Computing the neighborhood is an important step in using the CA model to simulate UE [28,29,30]. At present, the most common neighborhood calculation method uses the number of urban pixels in a certain range of a chosen non-urban pixel divided by the number of pixels in the range (except the pixel itself) to reflect the influence intensity of neighboring urban pixels on the non-urban pixel. However, this calculation method considers only the number of urban pixels around non-urban pixels; this approach is highly simplistic and leads to low simulation accuracy. For this reason, researchers have improved this calculation method in several ways. For example, Pan et al. [31] used neighborhoods of different sizes and shapes to improve the simulation accuracy. Liao et al. [32] proposed a neighborhood attenuation CA model based on particle swarm optimization to improve the simulation accuracy. Nevertheless, while the above two methods consider the impacts of urban land on non-urban land at different distances, the existing neighborhood calculation methods still do not account for differences in the impacts of new urban land in different periods on the neighborhood or the effects of different neighborhood attenuation calculation methods on the results. Thus, the simulation accuracy needs to be further improved.
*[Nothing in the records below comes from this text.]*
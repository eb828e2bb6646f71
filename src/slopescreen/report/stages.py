"""Report sections of the optional stages.

A stage's section appears when one of its products is in the manifest, and
a configured stage that did not run is named with the reason. A later stage
adds its entry to :data:`STAGE_SECTIONS` (and, if it likes, its own
builder); the template does not change.
"""

from __future__ import annotations

from dataclasses import dataclass
from typing import Callable

import numpy as np

from .blocks import ReportContext, Section, details, figure, note, para, table
from ..products import products_of_section
from .summaries import NBSP, _map_alt, _map_caption, coordinate, format_area

@dataclass(frozen=True)
class StageSection:
    """A report section that exists only when its stage ran.

    Attributes
    ----------
    section : str
        Scenario section that configures the stage (``"clusters"`` ...).
    title : str
    keys : tuple of str
        Product keys that show the stage ran.
    build : callable or None
        ``build(ctx, entries) -> list of Block``; None lists the stage's
        products and their maps.
    """

    section: str
    title: str
    keys: tuple
    build: Callable | None = None


def _centre(row) -> str:
    """Centroid of a cluster as "easting, northing" in the CRS's units ("—" when absent)."""
    x, y = row.get("centroid_easting"), row.get("centroid_northing")
    if x is None or y is None or x != x or y != y:
        return "—"
    return f"{coordinate(x)} E, {coordinate(y)} N"
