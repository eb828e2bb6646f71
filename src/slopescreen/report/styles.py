"""How each product is drawn on a map: FS screening bands, ramps and their colours.

How a product is drawn is set by the ``style`` of its entry in the product
registry (:mod:`slopescreen.products`): factor-of-safety products in the
screening bands of common practice, probabilities and other continuous
products as ramps, the critical recharge as a ramp with its class bands.
A product whose registry entry names a style gets a map.

The colours are our own. Each ramp and band set runs monotonically in
CIELAB lightness (tested), so the order of the classes survives every form
of colour-vision deficiency and greyscale printing.
"""

from __future__ import annotations

import math
from dataclasses import dataclass

import numpy as np
from matplotlib.colors import LinearSegmentedColormap, LogNorm, Normalize

FS_BANDS = (
    (1.0, "fails: FS below 1.0", "#b3122e"),
    (1.3, "thin margin: FS 1.0 to 1.3", "#ee7b30"),
    (1.5, "some margin: FS 1.3 to 1.5", "#f7d44c"),
    (math.inf, "ample margin: FS 1.5 or more\n(not coloured)", None),
)
"""Screening classes of the factor of safety (upper bound, map label, colour).

The breaks 1.0, 1.3 and 1.5 are common screening practice (not design
criteria); the class names are our own and say what the number means: whether
the case fails the slope and, if not, how much margin is left. A class holds
its lower bound (FS = 1.0 has a thin margin, it does not fail). The ample-margin
class is left uncoloured so the terrain shows through."""

FS_CLASS_NAMES = ("fails (FS < 1.0)", "thin margin (FS 1.0-1.3)", "some margin (FS 1.3-1.5)",
                  "ample margin (FS >= 1.5)")
"""The same classes in one line each, for tables and the summary files."""

NO_VALUE_COLOUR = "#7d7d7d"
"""Grey laid over cells that have a DEM value but no product value."""


@dataclass(frozen=True)
class Style:
    """How one product is drawn.

    Attributes
    ----------
    kind : {"bands", "ramp", "recharge", "bound"}
        FS classes, a continuous ramp, the rain needed to fail (classes
        whose breaks are the scenario's steady rain cases; see
        :func:`recharge_breaks`), or the cluster FS bound (two classes: a
        failing cluster possible, or ruled out; see :func:`bound_labels`).
    label : str
        Legend title with the units.
    colours : tuple of str
        Ramp stops, light to dark in CIELAB lightness (for ``"ramp"``).
    vmin, vmax : float
        Ramp range in product units.
    log : bool
        Logarithmic ramp.
    transparent_below : float or None
        Values below it are not coloured (the hillshade shows).
    alpha : float
        Opacity of the coloured layer over the hillshade.
    reverse : bool
        Dark for low values (critical recharge: low = susceptible).
    """

    kind: str
    label: str
    colours: tuple = ()
    vmin: float = 0.0
    vmax: float = 1.0
    log: bool = False
    transparent_below: float | None = None
    alpha: float = 0.85
    reverse: bool = False

    def cmap(self):
        """The matplotlib colormap of a ramp style."""
        stops = self.colours[::-1] if self.reverse else self.colours
        return LinearSegmentedColormap.from_list(f"slopescreen_{self.kind}", list(stops), N=256)

    def norm(self):
        """Value-to-colour normalisation of a ramp style."""
        if self.log:
            return LogNorm(vmin=self.vmin, vmax=self.vmax, clip=True)
        return Normalize(vmin=self.vmin, vmax=self.vmax, clip=True)


_VIOLET = ("#f1ebf7", "#c6a9e0", "#9368c4", "#62379b", "#3a1663")
_GREEN = ("#f3f8d6", "#b9de8c", "#61b06f", "#247560", "#0f4140")
_BLUE = ("#eef6f4", "#a8d5cd", "#4f98b0", "#24517f", "#161c44")
_SLATE = ("#f4f4f2", "#c9ccd6", "#8d94ad", "#545b7a", "#292d45")
_EARTH = ("#f6f1e4", "#d8c08e", "#a97b44", "#6b4023", "#2f1b10")
_REACH = ("#e3b04b", "#b9742f", "#7f3f1d", "#3b190a")
# one ramp per quantity: the FS classes are crimson-orange-yellow, the probability of
# failure violet, the rain needed to fail green, wetness blue, catchment area slate, slope
# earth, runout gold-brown

FS_STYLE = Style("bands", "Factor of safety FS (dimensionless)\nmedian soil parameters")

PROBABILITY_STYLE = Style("ramp", "Probability of failure P_f = P(FS < 1)\n(0 to 1)",
                          _VIOLET, 0.0, 1.0, transparent_below=0.01)
CLUSTER_BOUND_STYLE = Style("bound", "Failing clusters: where one\ncannot be ruled out",
                            ("#d4589b",), alpha=0.55)
RECHARGE_STYLE = Style("recharge", "Steady rain needed to fail (mm/day)\ndark = little rain",
                       _GREEN, 1.0, 1000.0, log=True, reverse=True)
WETNESS_STYLE = Style("ramp", "Wetness h/z (saturated fraction\nof the soil column, 0 to 1)",
                      _BLUE, 0.0, 1.0, transparent_below=0.02, alpha=0.8)
SLOPE_STYLE = Style("ramp", "Slope (degrees)", _EARTH, 0.0, 50.0, alpha=0.7)
SCA_STYLE = Style("ramp", "Specific catchment area a = A/b (m)", _SLATE, 5.0, 1.0e5, log=True,
                  alpha=0.8)
RUNOUT_STYLE = Style("ramp", "Failure sources whose runout\nreaches the cell (count)", _REACH,
                     1.0, 10.0, transparent_below=1.0, alpha=0.9)
"""The styles of the products that get a map; the product registry
(:mod:`slopescreen.products`) says which product is drawn in which."""


def fs_band(fs):
    """Screening band index of factor-of-safety values.

    Parameters
    ----------
    fs : array_like
        Factor of safety (dimensionless); NaN is nodata.

    Returns
    -------
    numpy.ndarray of int8
        0 below 1.0, 1 for 1.0-1.3, 2 for 1.3-1.5, 3 for 1.5 and above,
        -1 where nodata. Each band holds its lower bound.

    Examples
    --------
    >>> fs_band([0.99, 1.0, 1.3, 1.5, float("nan")]).tolist()
    [0, 1, 2, 3, -1]
    """
    fs = np.asarray(fs)
    if not np.issubdtype(fs.dtype, np.floating):
        fs = fs.astype(np.float64)
    band = np.zeros(fs.shape, dtype=np.int8)
    for upper, _label, _colour in FS_BANDS[:-1]:
        band += at_least(fs, upper)
    band[np.isnan(fs)] = -1
    return band


def at_least(values, threshold) -> np.ndarray:
    """``values >= threshold`` as if the values were float64, without a float64 copy.

    A float32 array is compared with the smallest float32 not below the
    threshold, which gives exactly the float64 comparison (a product of
    16 million cells then needs no 128 MB temporary). NaN gives False.

    Examples
    --------
    >>> import numpy as np
    >>> v = np.array([1.3, 1.29999, np.nan], dtype=np.float32)
    >>> at_least(v, 1.3).tolist(), (v.astype(np.float64) >= 1.3).tolist()
    ([False, False, False], [False, False, False])
    """
    v = np.asarray(values)
    if v.dtype == np.float32:
        t = np.float32(threshold)
        if float(t) < threshold:
            t = np.nextafter(t, np.float32(np.inf))
        return v >= t
    return v >= threshold


def bound_labels(extent_cells: int | None = None) -> tuple[str, str]:
    """Legend labels of the cluster FS bound: (bound below 1, bound 1 or more).

    A bound below 1 does not say that a cluster fails there, only that a
    failing cluster holding the cell cannot be ruled out by the bound; a
    bound of 1 or more proves that no cluster that fits the bound's window
    (``extent_cells`` cells on a side) and holds the cell can fail.

    Examples
    --------
    >>> bound_labels(8)[1]
    'no cluster up to 8 x 8 cells can fail here\\n(not coloured)'
    """
    window = (f"up to {extent_cells} x {extent_cells} cells" if extent_cells
              else "that fits the bound's window")
    return ("a failing cluster is possible here\n(bound below 1)",
            f"no cluster {window} can fail here\n(not coloured)")


def recharge_breaks(rates, values=None) -> tuple[tuple[float, ...], tuple[str, ...]]:
    """Class breaks of the rain needed to fail, from the scenario's steady rain cases.

    Parameters
    ----------
    rates : sequence of (str, float)
        Steady rain cases (name, mm/day), in any order; rates <= 0 are left out.
    values : array_like, optional
        The critical recharge (mm/day, NaN where no rate applies), for a
        scenario with no steady case: the breaks are then its 20th, 40th, 60th
        and 80th percentiles (never fixed decade bins).

    Returns
    -------
    breaks : tuple of float
        Upper bounds of the classes (the last is inf), mm/day.
    labels : tuple of str
        One label per class.

    Notes
    -----
    With steady cases r_1 < ... < r_k: "fails under <case 1>" (q <= r_1), then
    "fails under <case i>, not <case i-1>", then "within twice the wettest case"
    (r_k < q <= 2 r_k) and "more than twice the wettest case". A cell fails
    under a steady case exactly when its critical recharge is at most the
    case's rate (docs/methods.md, "Critical recharge").

    Examples
    --------
    >>> breaks, labels = recharge_breaks([("wet", 40.0), ("dry", 6.0)])
    >>> breaks
    (6.0, 40.0, 80.0, inf)
    >>> labels[1]
    'fails under wet (6-40), not dry'
    """
    steady = sorted((float(r), str(n)) for n, r in rates if r is not None and float(r) > 0.0)
    merged: list[tuple[float, str]] = []
    for r, n in steady:                    # cases of one rate share a class
        if merged and merged[-1][0] == r:
            merged[-1] = (r, f"{merged[-1][1]}, {n}")
        else:
            merged.append((r, n))
    if not merged:
        v = np.asarray([] if values is None else values, dtype=np.float64)
        v = v[np.isfinite(v)]
        if v.size == 0:
            return (math.inf,), ("fails under enough steady rain",)
        qs = sorted({float(f"{x:.3g}") for x in np.percentile(v, [20, 40, 60, 80])})
        labels = [f"up to {qs[0]:g} (lowest fifth)"] + [
            f"{a:g}-{b:g}" for a, b in zip(qs[:-1], qs[1:])] + [f"more than {qs[-1]:g}"]
        return tuple(qs) + (math.inf,), tuple(labels)
    breaks, labels = [], []
    for i, (r, n) in enumerate(merged):
        breaks.append(r)
        if i == 0:
            labels.append(f"fails under {n} (up to {r:g})")
        else:
            labels.append(f"fails under {n} ({merged[i - 1][0]:g}-{r:g}), not {merged[i - 1][1]}")
    top = merged[-1][0]
    breaks += [2.0 * top, math.inf]
    labels += [f"within twice the wettest case ({top:g}-{2 * top:g})",
               f"more than twice the wettest case (over {2 * top:g})"]
    return tuple(breaks), tuple(labels)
Recently, two new approaches (i.e., the trend-adjusted neighborhood algorithm and the automatic rule detection (ARD) procedure) were developed to improve the calculation of neighborhood effects for CA-based UE models. The trend-adjusted neighborhood algorithm can distinguish the impacts of new urban land in different periods on the neighborhood. In general, the pixels surrounding recent UE areas are more likely to be converted into urban pixels than the pixels surrounding older UE areas [25]. Long-term satellite observations at national and global scales have confirmed this trend [33,34,35]. Recently, Li et al. [36] weighted neighborhoods based on historical UE trends to develop a trend-adjusted neighborhood algorithm and integrated this algorithm into the commonly used Logistic-CA model, thereby developing the Logistic-Trend-CA model. This model considers the influence of UE trends and more accurately simulates UE by adjusting the weights of neighborhoods.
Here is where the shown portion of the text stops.